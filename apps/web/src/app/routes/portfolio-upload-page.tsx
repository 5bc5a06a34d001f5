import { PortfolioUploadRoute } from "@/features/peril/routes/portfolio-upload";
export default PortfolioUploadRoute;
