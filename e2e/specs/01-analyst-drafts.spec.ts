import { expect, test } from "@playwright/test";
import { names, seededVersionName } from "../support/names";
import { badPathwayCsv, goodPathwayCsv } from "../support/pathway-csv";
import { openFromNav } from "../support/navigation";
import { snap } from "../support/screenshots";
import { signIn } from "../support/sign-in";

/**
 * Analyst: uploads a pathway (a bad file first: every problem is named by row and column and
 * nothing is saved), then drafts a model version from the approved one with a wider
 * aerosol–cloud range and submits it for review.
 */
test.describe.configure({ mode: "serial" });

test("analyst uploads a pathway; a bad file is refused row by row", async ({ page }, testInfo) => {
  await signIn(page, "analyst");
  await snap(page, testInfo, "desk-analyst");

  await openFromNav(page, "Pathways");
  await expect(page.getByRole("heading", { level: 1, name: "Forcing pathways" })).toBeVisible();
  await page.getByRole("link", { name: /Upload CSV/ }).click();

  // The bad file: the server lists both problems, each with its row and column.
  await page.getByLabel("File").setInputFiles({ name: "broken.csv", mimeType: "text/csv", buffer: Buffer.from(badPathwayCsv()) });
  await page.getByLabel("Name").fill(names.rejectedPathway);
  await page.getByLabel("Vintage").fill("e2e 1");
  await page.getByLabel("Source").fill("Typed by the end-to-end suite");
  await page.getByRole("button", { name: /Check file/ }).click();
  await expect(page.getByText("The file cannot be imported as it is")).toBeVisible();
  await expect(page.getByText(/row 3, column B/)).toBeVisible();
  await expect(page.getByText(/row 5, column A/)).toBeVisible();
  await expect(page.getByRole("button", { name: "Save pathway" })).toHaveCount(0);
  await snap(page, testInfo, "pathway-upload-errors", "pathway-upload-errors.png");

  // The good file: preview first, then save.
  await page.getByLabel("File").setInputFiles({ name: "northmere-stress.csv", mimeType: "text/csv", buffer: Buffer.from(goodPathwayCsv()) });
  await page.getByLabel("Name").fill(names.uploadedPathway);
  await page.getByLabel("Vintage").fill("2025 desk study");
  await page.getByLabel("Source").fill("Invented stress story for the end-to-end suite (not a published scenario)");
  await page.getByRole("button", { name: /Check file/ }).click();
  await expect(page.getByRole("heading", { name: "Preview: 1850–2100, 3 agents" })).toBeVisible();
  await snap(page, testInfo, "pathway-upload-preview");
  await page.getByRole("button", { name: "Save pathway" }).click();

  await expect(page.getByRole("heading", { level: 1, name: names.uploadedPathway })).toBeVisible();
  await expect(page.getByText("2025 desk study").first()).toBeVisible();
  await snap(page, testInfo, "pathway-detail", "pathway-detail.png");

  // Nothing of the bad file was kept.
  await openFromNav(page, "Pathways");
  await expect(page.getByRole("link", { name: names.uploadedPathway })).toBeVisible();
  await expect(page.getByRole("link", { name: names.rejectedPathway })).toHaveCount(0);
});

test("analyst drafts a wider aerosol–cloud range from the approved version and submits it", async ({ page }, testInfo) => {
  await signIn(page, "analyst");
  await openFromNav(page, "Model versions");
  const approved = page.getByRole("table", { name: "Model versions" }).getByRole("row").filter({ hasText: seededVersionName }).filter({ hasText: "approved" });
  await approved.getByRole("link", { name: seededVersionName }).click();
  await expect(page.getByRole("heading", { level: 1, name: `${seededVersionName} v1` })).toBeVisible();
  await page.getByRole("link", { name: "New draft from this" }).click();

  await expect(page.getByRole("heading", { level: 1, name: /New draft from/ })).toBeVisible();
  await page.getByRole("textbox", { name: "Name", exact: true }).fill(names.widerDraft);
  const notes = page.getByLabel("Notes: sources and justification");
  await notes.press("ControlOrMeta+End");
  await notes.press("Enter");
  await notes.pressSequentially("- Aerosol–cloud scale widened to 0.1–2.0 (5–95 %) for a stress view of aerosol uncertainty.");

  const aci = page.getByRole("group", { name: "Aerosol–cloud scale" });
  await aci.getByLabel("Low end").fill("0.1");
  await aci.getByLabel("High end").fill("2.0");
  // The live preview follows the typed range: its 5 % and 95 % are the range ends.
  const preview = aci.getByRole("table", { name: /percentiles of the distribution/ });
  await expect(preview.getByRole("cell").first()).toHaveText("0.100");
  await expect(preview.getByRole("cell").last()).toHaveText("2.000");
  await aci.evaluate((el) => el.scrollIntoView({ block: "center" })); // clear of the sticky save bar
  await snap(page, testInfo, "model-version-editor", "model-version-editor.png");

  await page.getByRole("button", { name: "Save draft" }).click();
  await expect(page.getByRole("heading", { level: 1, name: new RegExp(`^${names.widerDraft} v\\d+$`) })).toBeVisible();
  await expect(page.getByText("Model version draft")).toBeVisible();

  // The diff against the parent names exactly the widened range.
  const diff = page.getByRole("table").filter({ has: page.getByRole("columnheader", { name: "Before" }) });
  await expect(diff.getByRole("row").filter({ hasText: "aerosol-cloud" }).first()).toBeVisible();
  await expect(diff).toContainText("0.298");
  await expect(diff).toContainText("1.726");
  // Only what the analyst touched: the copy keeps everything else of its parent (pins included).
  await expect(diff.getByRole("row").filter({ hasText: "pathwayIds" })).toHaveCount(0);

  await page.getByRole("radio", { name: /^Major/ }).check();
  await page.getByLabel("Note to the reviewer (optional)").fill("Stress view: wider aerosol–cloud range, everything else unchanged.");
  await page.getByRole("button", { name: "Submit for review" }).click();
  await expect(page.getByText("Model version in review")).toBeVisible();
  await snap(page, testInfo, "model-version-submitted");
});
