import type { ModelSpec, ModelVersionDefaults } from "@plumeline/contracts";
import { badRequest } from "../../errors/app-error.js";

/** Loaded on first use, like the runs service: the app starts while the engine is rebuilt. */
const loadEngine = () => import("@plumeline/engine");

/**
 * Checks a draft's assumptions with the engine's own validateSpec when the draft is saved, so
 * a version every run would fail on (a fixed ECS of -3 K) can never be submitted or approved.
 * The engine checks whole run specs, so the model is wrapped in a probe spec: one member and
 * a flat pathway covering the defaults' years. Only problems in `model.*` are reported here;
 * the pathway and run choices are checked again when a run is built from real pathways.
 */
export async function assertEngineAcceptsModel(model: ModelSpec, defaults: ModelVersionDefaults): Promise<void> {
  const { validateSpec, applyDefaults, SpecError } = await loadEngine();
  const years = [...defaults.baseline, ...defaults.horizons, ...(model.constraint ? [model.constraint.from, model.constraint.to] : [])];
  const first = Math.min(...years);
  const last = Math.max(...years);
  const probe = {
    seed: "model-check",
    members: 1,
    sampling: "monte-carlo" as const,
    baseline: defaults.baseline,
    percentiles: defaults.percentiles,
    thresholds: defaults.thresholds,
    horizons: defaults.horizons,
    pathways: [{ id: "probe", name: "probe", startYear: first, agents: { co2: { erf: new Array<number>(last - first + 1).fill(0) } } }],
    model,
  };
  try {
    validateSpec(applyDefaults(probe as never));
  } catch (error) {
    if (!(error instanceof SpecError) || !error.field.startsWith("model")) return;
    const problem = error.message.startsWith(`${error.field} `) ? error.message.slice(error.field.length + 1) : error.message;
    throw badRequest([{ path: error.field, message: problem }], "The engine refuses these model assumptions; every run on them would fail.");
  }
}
════════
--- EXERCISE OBJECTIVE ---
Word for word, restate the lines above from the line containing "parent (pins included)." through the line containing "are reported here;", with both included and nothing else.

--- RESULT FOR THIS EXERCISE ---
  // Only what the analyst touched: the copy keeps everything else of its parent (pins included).
  await expect(diff.getByRole("row").filter({ hasText: "pathwayIds" })).toHaveCount(0);

  await page.getByRole("radio", { name: /^Major/ }).check();
  await page.getByLabel("Note to the reviewer (optional)").fill("Stress view: wider aerosol–cloud range, everything else unchanged.");
  await page.getByRole("button", { name: "Submit for review" }).click();
  await expect(page.getByText("Model version in review")).toBeVisible();
  await snap(page, testInfo, "model-version-submitted");
});
import type { ModelSpec, ModelVersionDefaults } from "@plumeline/contracts";
import { badRequest } from "../../errors/app-error.js";

/** Loaded on first use, like the runs service: the app starts while the engine is rebuilt. */
const loadEngine = () => import("@plumeline/engine");

/**
 * Checks a draft's assumptions with the engine's own validateSpec when the draft is saved, so
 * a version every run would fail on (a fixed ECS of -3 K) can never be submitted or approved.
 * The engine checks whole run specs, so the model is wrapped in a probe spec: one member and
 * a flat pathway covering the defaults' years. Only problems in `model.*` are reported here;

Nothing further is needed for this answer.